Beyond LLMs: A Linguistic Approach to Causal Graph Generation from Narrative Texts
Zehan Li, Ruhua Pan, Xinyu Pi
TL;DR
This work tackles the challenge of deriving fine-grained causal graphs from narrative texts, beyond high-level causality. It introduces an end-to-end framework that combines agent-centered vertex extraction, a seven-feature Expert Index, STAC sentence categorization, and a five-step graph-construction process guided by LangChain prompts. The approach, validated on 100 public-domain narratives, shows significant improvements in causal graph quality over strong LLM baselines like GPT-4o and Claude 3.5, while maintaining readability and interpretability. By providing open-source tooling and a linguistics-informed methodology, the method supports scalable, nuanced causal reasoning for discourse analysis and knowledge-graph construction in narrative domains.
Abstract
We propose a novel framework for generating causal graphs from narrative texts, bridging high-level causality and detailed event-specific relationships.

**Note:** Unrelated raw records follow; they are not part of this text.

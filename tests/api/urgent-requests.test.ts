import { mkdtempSync, rmSync, writeFileSync } from 'node:fs';
import os from 'node:os';
import path from 'node:path';
import { TZDate } from '@date-fns/tz';
import { and, asc, eq, inArray } from 'drizzle-orm';
import webpush from 'web-push';
import { afterAll, afterEach, beforeAll, beforeEach, describe, expect, it } from 'vitest';
import { defaultNotificationPreferences } from '@shared/schemas/notifications';
import {
  urgentRequestInput,
  type UrgentRequestView,
  type UrgentSettingsView,
} from '@shared/schemas/urgent-requests';
import type { VisitDetail } from '@shared/schemas/visits';
import { formatDateTime } from '@shared/text/dates';
import { defaultFirstAid } from '@shared/urgent/categories';
import {
  canMove,
  urgentStatuses,
  urgentStatusNames,
  urgentTransitions,
  type UrgentStatus,
} from '@shared/urgent/lifecycle';
import type { RunningPushService } from '../../api/dev/push-service';
import {
  alerts,
  auditEvents,
  billingSettings,
  deliveries,
  notificationPreferences,
  notifications,
  photos,
  type tanks,
  urgentRequestEvents,
  urgentRequests,
  urgentSettings,
  users,
} from '../../api/db/schema/index';
import { findActiveActor } from '../../api/services/actors';
import { deliverEmailJob, deliverPushJob } from '../../api/services/deliver';
import { createUrgentRequest } from '../../api/services/urgent-requests';
import {
  escalateOverdueRequests,
  fanOutUrgentEvent,
  unannouncedUrgentEvents,
} from '../../api/services/urgent-notify';
import { issuePaths, signedIn, type ApiSession } from '../helpers/api-session';
import { minutes } from '../helpers/clock';
import {
  addEquipmentTo,
  createCompany,
  createPerson,
  createTank,
  insertReadings,
  type TestPerson,
} from '../helpers/factories';
import { startTestStack, type TestStack } from '../helpers/stack';
import { startTestPushService } from './push/push-test-kit';

type Tank = typeof tanks.$inferSelect;
type ErrorBody = { error: { code: string; message: string; issues?: { path: string; message: string }[] } };
type View = UrgentRequestView & ErrorBody;

const london = 'Europe/London';
const moveTargets = urgentStatuses.filter((status) => status !== 'requested');
const inMinutes = (n: number) => new Date(Date.now() + n * 60_000).toISOString();
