import { and, asc, desc, eq, lt, ne, or, sql, type SQL } from 'drizzle-orm';
import { documentNumber, unpaidStatuses } from '@shared/billing/invoices';
import { encodeCursor } from '@shared/lists/cursor';
import type { InvoiceDetail, InvoiceListQuery, InvoicePage, InvoiceSummary } from '@shared/schemas/billing';
import { formatDate } from '@shared/text/dates';
import { visitKindLabels } from '@shared/visits/kinds';
import { addDays } from '@shared/schemas/equipment';
import type { AppDeps } from '../deps';
import type { Db } from '../db/client';
import {
  companies,
  invoiceLines,
  invoices,
  payments,
  tankMembers,
  tanks,
  urgentRequests,
  users,
  visits,
} from '../db/schema/index';
import { notFound } from '../lib/http-error';
import { isStaff, visibleTanks } from '../policy/index';
import type { Actor } from './actors';

/*
 * Reading invoices: who may see which (owners never see drafts or other owners' tanks), the list
 * with its filters and totals, and the whole document. Changes live in invoices.ts, the e-mails in
 * invoice-notify.ts; both read through here.
 */

type Tx = Parameters<Parameters<Db['transaction']>[0]>[0];
type InvoiceRow = typeof invoices.$inferSelect;

const pageSize = 30;

/* ------------------------------------------------------------------ finding */

/** The invoice as this person may see it, or 404: another company's, another owner's, or an owner's look at a draft. */
export async function invoiceFor(
  db: Db | Tx,
  actor: Actor,
  invoiceId: string,
  options: { lock?: boolean } = {},
) {
  const query = db
    .select({ invoice: invoices })
    .from(invoices)
    .innerJoin(tanks, eq(tanks.id, invoices.tankId))
    .where(
      and(
        eq(invoices.id, invoiceId),
        eq(invoices.companyId, actor.companyId),
        visibleTanks(db as Db, actor),
        isStaff(actor) ? undefined : ne(invoices.status, 'draft'),
      ),
    );
  const [row] = options.lock ? await query.for('update', { of: invoices }) : await query;
  if (!row) throw notFound('invoice');
  return row.invoice;
}

export const balanceOf = (
  row: Pick<InvoiceRow, 'status' | 'kind' | 'totalMinor' | 'creditedMinor' | 'paidMinor'>,
) =>
  // A cancelled invoice owes nothing, unless money came in anyway: then it shows as owed back.
  row.kind === 'invoice' && row.status !== 'draft' ? row.totalMinor + row.creditedMinor - row.paidMinor : 0;

export async function billToChoices(db: Db | Tx, tankId: string) {
  return db
    .select({ id: users.id, name: users.name, email: users.email })
    .from(tankMembers)
    .innerJoin(users, eq(users.id, tankMembers.userId))
    .where(and(eq(tankMembers.tankId, tankId), eq(users.role, 'owner')))
    .orderBy(asc(tankMembers.createdAt), asc(users.name));
}

/* ------------------------------------------------------------------ reading */

function summaryOf(row: InvoiceRow & { tankName: string }): InvoiceSummary {
  return {
    id: row.id,
    kind: row.kind,
    status: row.status,
    number: documentNumber(row.kind, row.number),
    tank: { id: row.tankId, name: row.tankName },
    billToName: row.billToName,
    currency: row.currency,
    totalMinor: row.totalMinor,
    balanceMinor: balanceOf(row),
    issueDate: row.issueDate,
    dueDate: row.dueDate,
    createdAt: row.createdAt.toISOString(),
  };
}

function listFilters(db: Db, actor: Actor, query: InvoiceListQuery): SQL {
  const conditions: (SQL | undefined)[] = [
    eq(invoices.companyId, actor.companyId),
    visibleTanks(db, actor),
    isStaff(actor) ? undefined : ne(invoices.status, 'draft'),
    query.status ? eq(invoices.status, query.status) : undefined,
    query.kind ? eq(invoices.kind, query.kind) : undefined,
    query.tankId ? eq(invoices.tankId, query.tankId) : undefined,
    query.clientId ? eq(invoices.billToUserId, query.clientId) : undefined,
  ];
  if (query.month) {
    const from = `${query.month}-01`;
    const to = addDays(`${query.month}-28`, 4).slice(0, 7) + '-01';
    // Issued documents by their issue date, drafts by when they were made.
    conditions.push(
      sql`coalesce(${invoices.issueDate}, (${invoices.createdAt} at time zone 'UTC')::date) >= ${from}::date`,
      sql`coalesce(${invoices.issueDate}, (${invoices.createdAt} at time zone 'UTC')::date) < ${to}::date`,
    );
  }
  return and(...conditions)!;
}

export async function listInvoices(
  deps: AppDeps,
  actor: Actor,
  query: InvoiceListQuery,
): Promise<InvoicePage> {
  const { db } = deps;
  const where = listFilters(db, actor, query);
  const after = query.after;
  const rows = await db
    .select({ invoice: invoices, tankName: tanks.name })
    .from(invoices)
    .innerJoin(tanks, eq(tanks.id, invoices.tankId))
    .where(
      and(
        where,
        after
          ? or(
              lt(invoices.createdAt, new Date(after.createdAt)),
              and(eq(invoices.createdAt, new Date(after.createdAt)), lt(invoices.id, after.id)),
            )
          : undefined,
      ),
    )
    .orderBy(desc(invoices.createdAt), desc(invoices.id))
    .limit(pageSize + 1);
  const page = rows.slice(0, pageSize);
  const last = page.at(-1);
  const totals = await db
    .select({
      currency: invoices.currency,
      count: sql<number>`count(*)::int`,
      totalMinor: sql<number>`coalesce(sum(${invoices.totalMinor}), 0)::bigint`,
      paidMinor: sql<number>`coalesce(sum(${invoices.paidMinor}), 0)::bigint`,
      balanceMinor: sql<number>`coalesce(sum(case when ${invoices.kind} = 'invoice' and ${invoices.status} in ('issued', 'overdue') then ${invoices.totalMinor} + ${invoices.creditedMinor} - ${invoices.paidMinor} else 0 end), 0)::bigint`,
    })
    .from(invoices)
    .innerJoin(tanks, eq(tanks.id, invoices.tankId))
    .where(where)
    .groupBy(invoices.currency)
    .orderBy(asc(invoices.currency));
  return {
    items: page.map((row) => summaryOf({ ...row.invoice, tankName: row.tankName })),
    nextCursor:
      rows.length > pageSize && last
        ? encodeCursor([last.invoice.createdAt.toISOString(), last.invoice.id])
        : null,
    totals: totals.map((row) => ({
      currency: row.currency,
      count: Number(row.count),
      totalMinor: Number(row.totalMinor),
      paidMinor: Number(row.paidMinor),
      balanceMinor: Number(row.balanceMinor),
    })),
  };
}

export async function getInvoice(deps: AppDeps, actor: Actor, invoiceId: string): Promise<InvoiceDetail> {
  const { db } = deps;
  const invoice = await invoiceFor(db, actor, invoiceId);
  const [[tank], lines, paid, related, choices] = await Promise.all([
    db
      .select({ name: tanks.name, zone: sql<string>`coalesce(${tanks.timeZone}, ${companies.timeZone})` })
      .from(tanks)
      .innerJoin(companies, eq(companies.id, tanks.companyId))
      .where(eq(tanks.id, invoice.tankId)),
    db
      .select()
      .from(invoiceLines)
      .where(eq(invoiceLines.invoiceId, invoice.id))
      .orderBy(asc(invoiceLines.position)),
    db.select().from(payments).where(eq(payments.invoiceId, invoice.id)).orderBy(asc(payments.receivedAt)),
    db
      .select({
        id: invoices.id,
        kind: invoices.kind,
        number: invoices.number,
        totalMinor: invoices.totalMinor,
        issueDate: invoices.issueDate,
      })
      .from(invoices)
      .where(
        and(
          ne(invoices.status, 'draft'),
          invoice.kind === 'invoice'
            ? eq(invoices.creditedInvoiceId, invoice.id)
            : eq(invoices.id, invoice.creditedInvoiceId ?? invoice.id),
        ),
      )
      .orderBy(asc(invoices.issuedAt)),
    isStaff(actor) ? billToChoices(db, invoice.tankId) : Promise.resolve([]),
  ]);
  const source = await sourceOf(db, invoice, tank?.zone ?? 'UTC');
  const seller = invoice.seller as InvoiceDetail['seller'];
  return {
    ...summaryOf({ ...invoice, tankName: tank?.name ?? '' }),
    version: invoice.version,
    timeZone: tank?.zone ?? 'UTC',
    billToUserId: invoice.billToUserId,
    billToEmail: invoice.billToEmail,
    taxRateBp: invoice.taxRateBp,
    taxLabel: invoice.taxLabel,
    pricesIncludeTax: invoice.pricesIncludeTax,
    netMinor: invoice.netMinor,
    taxMinor: invoice.taxMinor,
    paidMinor: invoice.paidMinor,
    creditedMinor: invoice.creditedMinor,
    note: invoice.note,
    reason: invoice.reason,
    paidAt: invoice.paidAt?.toISOString() ?? null,
    lines: lines.map((line) => ({
      id: line.id,
      kind: line.kind,
      description: line.description,
      quantityHundredths: line.quantityHundredths,
      unit: line.unit,
      unitPriceMinor: line.unitPriceMinor,
      amountMinor: line.amountMinor,
      priceItemId: line.priceItemId,
    })),
    payments: paid.map((payment) => ({
      id: payment.id,
      method: payment.method,
      amountMinor: payment.amountMinor,
      currency: payment.currency,
      receivedAt: payment.receivedAt.toISOString(),
      reference: payment.reference,
    })),
    related: related.map((row) => ({ ...row, number: documentNumber(row.kind, row.number) })),
    source,
    seller,
    billToChoices: choices,
    payable:
      actor.role === 'owner' &&
      deps.payments !== null &&
      invoice.kind === 'invoice' &&
      unpaidStatuses.includes(invoice.status) &&
      balanceOf(invoice) > 0,
  };
}

async function sourceOf(db: Db, invoice: InvoiceRow, zone: string): Promise<InvoiceDetail['source']> {
  if (invoice.sourceVisitId) {
    const [visit] = await db
      .select({ kind: visits.kind, windowStart: visits.windowStart })
      .from(visits)
      .where(eq(visits.id, invoice.sourceVisitId));
    if (visit) {
      return {
        kind: 'visit',
        id: invoice.sourceVisitId,
        label: `${visitKindLabels[visit.kind]} on ${formatDate(visit.windowStart, zone)}`,
        date: visit.windowStart.toISOString(),
      };
    }
  }
  if (invoice.sourceUrgentRequestId) {
    const [request] = await db
      .select({ createdAt: urgentRequests.createdAt })
      .from(urgentRequests)
      .where(eq(urgentRequests.id, invoice.sourceUrgentRequestId));
    if (request) {
      return {
        kind: 'urgent',
        id: invoice.sourceUrgentRequestId,
        label: `Urgent visit request of ${formatDate(request.createdAt, zone)}`,
        date: request.createdAt.toISOString(),
      };
    }
  }
  return null;
}

/** For the PDF and e-mails, which have no actor: the invoice as its company sees it. */
export async function invoiceForCompany(deps: AppDeps, invoiceId: string) {
  const [row] = await deps.db
    .select({
      companyId: invoices.companyId,
      companyName: companies.name,
      zone: sql<string>`coalesce(${tanks.timeZone}, ${companies.timeZone})`,
    })
    .from(invoices)
    .innerJoin(companies, eq(companies.id, invoices.companyId))
    .innerJoin(tanks, eq(tanks.id, invoices.tankId))
    .where(eq(invoices.id, invoiceId));
  if (!row) return null;
  const systemActor: Actor = {
    id: '00000000-0000-0000-0000-000000000000',
    companyId: row.companyId,
    companyName: row.companyName,
    role: 'admin',
    name: 'Brinewatch',
    email: '',
  };
  return {
    detail: await getInvoice(deps, systemActor, invoiceId),
    companyName: row.companyName,
    timeZone: row.zone,
  };
}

Our method first extracts concise, agent-centered vertices using large language model (LLM)-based summarization. We introduce an "Expert Index," comprising seven linguistically informed features, integrated into a Situation-Task-Action-Consequence (STAC) classification model. This hybrid system, combining RoBERTa embeddings with the Expert Index, achieves superior precision in causal link identification compared to pure LLM-based approaches. Finally, a structured five-iteration prompting process refines and constructs connected causal graphs. Experiments on 100 narrative chapters and short stories demonstrate that our approach consistently outperforms GPT-4o and Claude 3.5 in causal graph quality, while maintaining readability. The open-source tool provides an interpretable, efficient solution for capturing nuanced causal chains in narratives.